What is being asked
From the data below, retype exactly the lines starting with the one that contains "v in sb.attrs.items()" and ending with the one that contains "assert diff_logs(Path(a) /", both included.

Dataset records

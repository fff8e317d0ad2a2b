"""Flying campaigns: executors, resume, failed runs, dead workers, the summary rebuilt from the logs.

Fast tests fly the Keplerian stand-in of tests/conftest.py (FakeTruthWorld), also inside spawned
worker processes and Dask workers (the worker function below installs it there). The checks are
covey's own contract: run k's log is the same whatever the executor (sim.log.diff.diff_logs, apart
from wall-clock fields), a resumed campaign flies only what is missing (common practice, no
source).
"""

from __future__ import annotations

import contextlib
import os
import textwrap
from pathlib import Path
from types import SimpleNamespace

import numpy as np
import pytest

from sim.campaign.execute import log_state, run_campaign
from sim.campaign.plan import plan_campaign
from sim.campaign.spec import parse_campaign
from sim.campaign.summary import read_summary
from sim.cli.main import main
from sim.errors import EnvironmentSetupError
from sim.log.diff import diff_logs

REPO = Path(__file__).resolve().parents[2]


def campaign_text(runs=4, name="fk", extra=""):
    return textwrap.dedent(f"""
        [campaign]
        name = "{name}"
        scenario = "{REPO / 'scenarios' / 'demo_formation.toml'}"
        runs = {runs}
        master_seed = 3
        [campaign.set]
        "run.duration_s" = 5400.0
        "guidance.law" = "propulsion_only"
        "deputies[0].deadline_s" = 5400.0
        "deputies[1].deadline_s" = 5400.0
        [[dispersions]]
        key = "deputies[0].roe_m[1]"
        distribution = "normal"
        mean = 2000.0
        sigma = 30.0
        [summary]
        tolerance_m = 4050.0
        """) + textwrap.dedent(extra)


def plan_of(text, tmp_path, name="c.toml"):
    f = tmp_path / name
    f.write_text(text)
    c = parse_campaign(text, str(f))
    return plan_campaign(c)


# -- the fake truth in worker processes ---------------------------------------------------------


@contextlib.contextmanager
def _fake_truth():
    """sim.loop.run flies FakeTruthWorld inside the block (restored after, so a run flown in
    the test process leaves nothing behind)."""
    import sim.loop.run
    from guidance.roe import oe_to_roe, rv_to_oe

    from conftest import FakeTruthWorld

    info = SimpleNamespace(data_path="/fake", data_source="fake", orekit_version="fake",
                           java_version="fake", jpype_version="fake", data_files=())
    api = SimpleNamespace(boot=lambda data_path=None, jvm_options=None: info, TruthWorld=FakeTruthWorld,
                          mean_elements=lambda t, r, v, epoch: rv_to_oe(r, v),
                          mean_roe_m=lambda c, d: oe_to_roe(c, d) * np.asarray(c)[..., :1])
    old = sim.loop.run.truth_backend
    sim.loop.run.truth_backend = lambda: api
    try:
        yield FakeTruthWorld
    finally:
        sim.loop.run.truth_backend = old
        FakeTruthWorld.fail_at_s = None


def fake_fly(task):
    """sim.campaign.worker.fly_job on the fake truth (importable by spawned workers)."""
    from sim.campaign.worker import fly_job

    with _fake_truth():
        return fly_job(task)


def dying_fly(task):
    """Kills its worker process on run 1 (as a crash of the JVM would), flies the others."""
    if task.job.index == 1:
        os._exit(3)
    return fake_fly(task)


def failing_fly(task):
    """Run 2 fails inside the truth propagation (its log is written with status failed)."""
    from sim.campaign.worker import fly_job

    with _fake_truth() as world:
        world.fail_at_s = 1800.0 if task.job.index == 2 else None
        return fly_job(task)


def same_summary(a, b):
    sa, sb = read_summary(a), read_summary(b)
    assert sa.n_runs == sb.n_runs
    for k in sa.runs:
        assert np.array_equal(np.asarray(sa.runs[k]), np.asarray(sb.runs[k])), k
    assert sa.params.keys() == sb.params.keys()
    for k in sa.params:
        assert np.array_equal(sa.params[k], sb.params[k], equal_nan=True), k
    assert sa.metrics.keys() == sb.metrics.keys()
    for d in sa.metrics:
        for k in sa.metrics[d]:
            assert np.array_equal(sa.metrics[d][k], sb.metrics[d][k], equal_nan=True), (d, k)
    skip = {"created_utc"}
    assert {k: str(v) for k, v in sa.attrs.items() if k not in skip} == \
           {k: str(v) for k, v in sb.attrs.items() if k not in skip}


def same_logs(plan, a, b):
    for j in plan.jobs:
        assert diff_logs(Path(a) / j.log, Path(b) / j.log) == [], j.log


# ------------------------------------------------------------------------------------------


def test_inline_campaign_resumes_only_what_is_missing(tmp_path):
    plan = plan_of(campaign_text(), tmp_path)
    out = tmp_path / "out"
    states = []
    r = run_campaign(plan, out, workers=0, fly=fake_fly, progress=states.append)
    assert r.flown == 4 and r.skipped == 0 and r.counts == {"ok": 4} and r.exit_code == 0
    assert states[0]["done"] == 0 and states[-1]["done"] == 4 and states[-1].get("final")
    s = read_summary(out)
    assert s.runs["status"] == ["ok"] * 4 and list(s.runs["index"]) == [0, 1, 2, 3]
    assert list(s.runs["seed"]) == [j.seed for j in plan.jobs]
    np.testing.assert_array_equal(s.params["deputies[0].roe_m[1]"],
                                  [dict(j.params)["deputies[0].roe_m[1]"] for j in plan.jobs])
    # the final along-track error follows the dispersed initial along-track offset (the fake
    # truth drifts nothing in 1.5 h and the fake world executes no burns)
    np.testing.assert_allclose(s.metric("beta", "err_dlambda_m"),
                               s.params["deputies[0].roe_m[1]"] - 6000.0, atol=1e-3)
    ref = tmp_path / "ref"
    ref.mkdir()
    (ref / "summary.h5").write_bytes((out / "summary.h5").read_bytes())
    # again: nothing to fly
    r = run_campaign(plan, out, workers=0, fly=fake_fly)
    assert r.flown == 0 and r.skipped == 4
    # a missing log, a leftover of a killed run and a damaged log are flown again
    runs = out / "runs"
    (runs / "fk_0001.h5").unlink()
    (runs / "fk_0001.h5.part").write_bytes(b"half a file")
    (runs / "fk_0002.h5.1234.part").write_bytes(b"other temp name")
    (runs / "fk_0003.h5").write_bytes(b"damaged")
    assert log_state(runs / "fk_0003.h5") is None
    r = run_campaign(plan, out, workers=0, fly=fake_fly)
    assert r.flown == 2 and r.skipped == 2 and r.counts == {"ok": 4}
    assert sorted(p.name for p in runs.iterdir()) == [f"fk_000{k}.h5" for k in range(4)]
    same_summary(out, ref)


def test_changed_campaign_is_refused_unless_fresh(tmp_path, capsys):
    plan = plan_of(campaign_text(runs=2), tmp_path)
    out = tmp_path / "out"
    run_campaign(plan, out, workers=0, fly=fake_fly)
    changed = plan_of(campaign_text(runs=2).replace("sigma = 30.0", "sigma = 40.0"), tmp_path)
    with pytest.raises(EnvironmentSetupError) as ei:
        run_campaign(changed, out, workers=0, fly=fake_fly)
    msg = str(ei.value)
    assert "different campaign" in msg and "-sigma = 30.0" in msg and "+sigma = 40.0" in msg
    assert "--fresh" in msg
    r = run_campaign(changed, out, workers=0, fly=fake_fly, fresh=True)
    assert r.flown == 2 and (out / "campaign.toml").read_text() == changed.campaign.text
    # the CLI says the same in one line, exit 2
    f = tmp_path / "c.toml"
    f.write_text(campaign_text(runs=2))
    assert main(["campaign", str(f), "-o", str(out), "--workers", "0", "-q"]) == 2
    err = capsys.readouterr().err
    assert err.count("\n") == 1 and "different campaign" in err


def test_a_failed_run_is_counted_and_the_campaign_goes_on(tmp_path):
    plan = plan_of(campaign_text(), tmp_path)
    r = run_campaign(plan, tmp_path / "out", workers=0, fly=failing_fly)
    assert r.counts == {"ok": 3, "failed": 1} and r.exit_code == 1
    (idx, reason, log), = r.failed
    assert idx == 2 and "PropagationError" in reason and log == "runs/fk_0002.h5"
    s = read_summary(tmp_path / "out")
    assert s.runs["status"][2] == "failed" and "fake failure" in s.runs["reason"][2]
    assert np.isnan(s.metric("beta", "dv_total_mps")[2])
    # a failed run's log is complete: resuming does not fly it again
    assert run_campaign(plan, tmp_path / "out", workers=0, fly=fake_fly).flown == 0


def test_one_and_two_local_workers_give_the_same_logs(tmp_path):
    plan = plan_of(campaign_text(), tmp_path)
    r1 = run_campaign(plan, tmp_path / "w1", workers=1, fly=fake_fly)
    r2 = run_campaign(plan, tmp_path / "w2", workers=2, fly=fake_fly)
    assert r1.counts == r2.counts == {"ok": 4}
    assert len({w["pid"] for w in r1.worker_runs}) == 1  # one process flew all four
    assert len({w["pid"] for w in r2.worker_runs}) == 2
    assert all(w["pid"] != os.getpid() for w in r2.worker_runs)
    same_logs(plan, tmp_path / "w1", tmp_path / "w2")
    same_summary(tmp_path / "w1", tmp_path / "w2")


def test_a_dead_worker_is_replaced_and_its_run_counted_failed(tmp_path):
    plan = plan_of(campaign_text(), tmp_path)
    out = tmp_path / "out"
    r = run_campaign(plan, out, workers=2, fly=dying_fly)
    assert r.replaced_workers == 1 and r.counts == {"ok": 3, "failed": 1}
    (idx, reason, log), = r.failed
    assert idx == 1 and "worker process died" in reason and "exit code 3" in reason and log == ""
    s = read_summary(out)
    assert s.runs["status"][1] == "failed" and "worker process died" in s.runs["reason"][1]
    assert not list((out / "runs").glob("*.part"))
    r = run_campaign(plan, out, workers=0, fly=fake_fly)  # resumed: only the lost run
    assert r.flown == 1 and r.counts == {"ok": 4}


def test_dask_local_cluster_gives_the_same_logs(tmp_path):
    pytest.importorskip("distributed")
    plan = plan_of(campaign_text(), tmp_path)
    run_campaign(plan, tmp_path / "ref", workers=0, fly=fake_fly)
    r = run_campaign(plan, tmp_path / "dask", workers=2, scheduler="local", fly=fake_fly)
    assert r.counts == {"ok": 4} and "Dask" in r.executor
    assert len({w["pid"] for w in r.worker_runs}) == 2
    same_logs(plan, tmp_path / "ref", tmp_path / "dask")
    same_summary(tmp_path / "ref", tmp_path / "dask")


def test_a_running_dask_scheduler_by_address_gives_the_same_logs(tmp_path):
    """--scheduler ADDRESS: covey connects a Client to a scheduler it did not start (here one
    started beside the test, reached by its tcp:// address as a remote one would be)."""
    distributed = pytest.importorskip("distributed")
    import logging

    plan = plan_of(campaign_text(), tmp_path)
    run_campaign(plan, tmp_path / "ref", workers=0, fly=fake_fly)
    with distributed.LocalCluster(n_workers=2, threads_per_worker=1, processes=True,
                                  dashboard_address=None, silence_logs=logging.ERROR) as cluster:
        address = cluster.scheduler_address
        assert address.startswith("tcp://")
        r = run_campaign(plan, tmp_path / "remote", scheduler=address, fly=fake_fly)
        assert cluster.scheduler_address == address  # covey left the cluster running
    assert r.counts == {"ok": 4} and address in r.executor and "2 worker threads" in r.executor
    assert len({w["pid"] for w in r.worker_runs}) == 2
    same_logs(plan, tmp_path / "ref", tmp_path / "remote")
    same_summary(tmp_path / "ref", tmp_path / "remote")


def test_cli_campaign_and_summary(tmp_path, fake_truth, capsys):
    import json

    f = tmp_path / "c.toml"
    f.write_text(campaign_text(runs=3))
    out = tmp_path / "out"
    assert main(["campaign", str(f), "-o", str(out), "--workers", "0"]) == 0
    cap = capsys.readouterr()
    assert "campaign fk: monte_carlo, 3 runs (0 complete already)" in cap.out
    assert "done: 3 runs (3 ok, 0 failed)" in cap.out and str(out / "summary.h5") in cap.out
    assert "3/3 runs done" in cap.err  # plain progress lines (stderr is not a terminal)
    assert main(["summary", str(out)]) == 0
    text = capsys.readouterr().out
    assert "beta, all runs:" in text and "p95" in text and "per-axis bounds" in text
    assert main(["summary", str(out), "--format", "json", "--tolerance-m", "1"]) == 0
    rep = json.loads(capsys.readouterr().out)
    assert rep["campaign"]["tolerance_m"] == [1.0] * 6
    assert {r["successes"] for r in rep["success"]} == {0}
    assert main(["summary", str(out), "--format", "csv"]) == 0
    lines = capsys.readouterr().out.splitlines()
    assert lines[0] == "section,group,deputy,quantity,statistic,value"
    assert any(ln.startswith("success,all runs,beta,success,rate,") for ln in lines)
    assert main(["summary", str(out), "--format", "markdown"]) == 0
    assert "| quantity | units | n |" in capsys.readouterr().out
    assert main(["summary", str(tmp_path)]) == 2  # no summary.h5 there
    assert main(["campaign", str(f), "--workers", "-1"]) == 2
    assert main(["summary", str(out), "--tolerance-m", "1,2"]) == 2
    capsys.readouterr()


def test_progress_on_a_terminal_and_in_a_log():
    import io

    from sim.cli.campaign import CampaignProgress

    class Tty(io.StringIO):
        def isatty(self):
            return True

    st = dict(total=8, done=3, failed=1, running=2, skipped=1, eta_s=75.0,
              last=dict(index=2, status="failed", reason="boom", log=""))
    t = Tty()
    bar = CampaignProgress(t)
    bar(st)
    bar(dict(st, done=8, running=0, eta_s=0.0, final=True))
    out = t.getvalue()
    assert out.startswith("\r[#########") and "3/8 runs done (1 already), 1 failed, 2 running, ETA 1m15s" in out
    assert out.endswith("\n") and "8/8 runs done" in out
    plain = io.StringIO()
    bar = CampaignProgress(plain, interval_s=3600.0)
    bar(st)
    bar(dict(st, done=4))  # within the interval: no line
    bar(dict(st, done=8, running=0, eta_s=0.0, final=True))
    lines = plain.getvalue().splitlines()
    assert lines == ["run 2 failed: boom", "3/8 runs done (1 already), 1 failed, 2 running, ETA 1m15s",
                     "8/8 runs done (1 already), 1 failed, 0 running, ETA 0s"]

Your response
           {k: str(v) for k, v in sb.attrs.items() if k not in skip}


def same_logs(plan, a, b):
    for j in plan.jobs:
        assert diff_logs(Path(a) / j.log, Path(b) / j.log) == [], j.log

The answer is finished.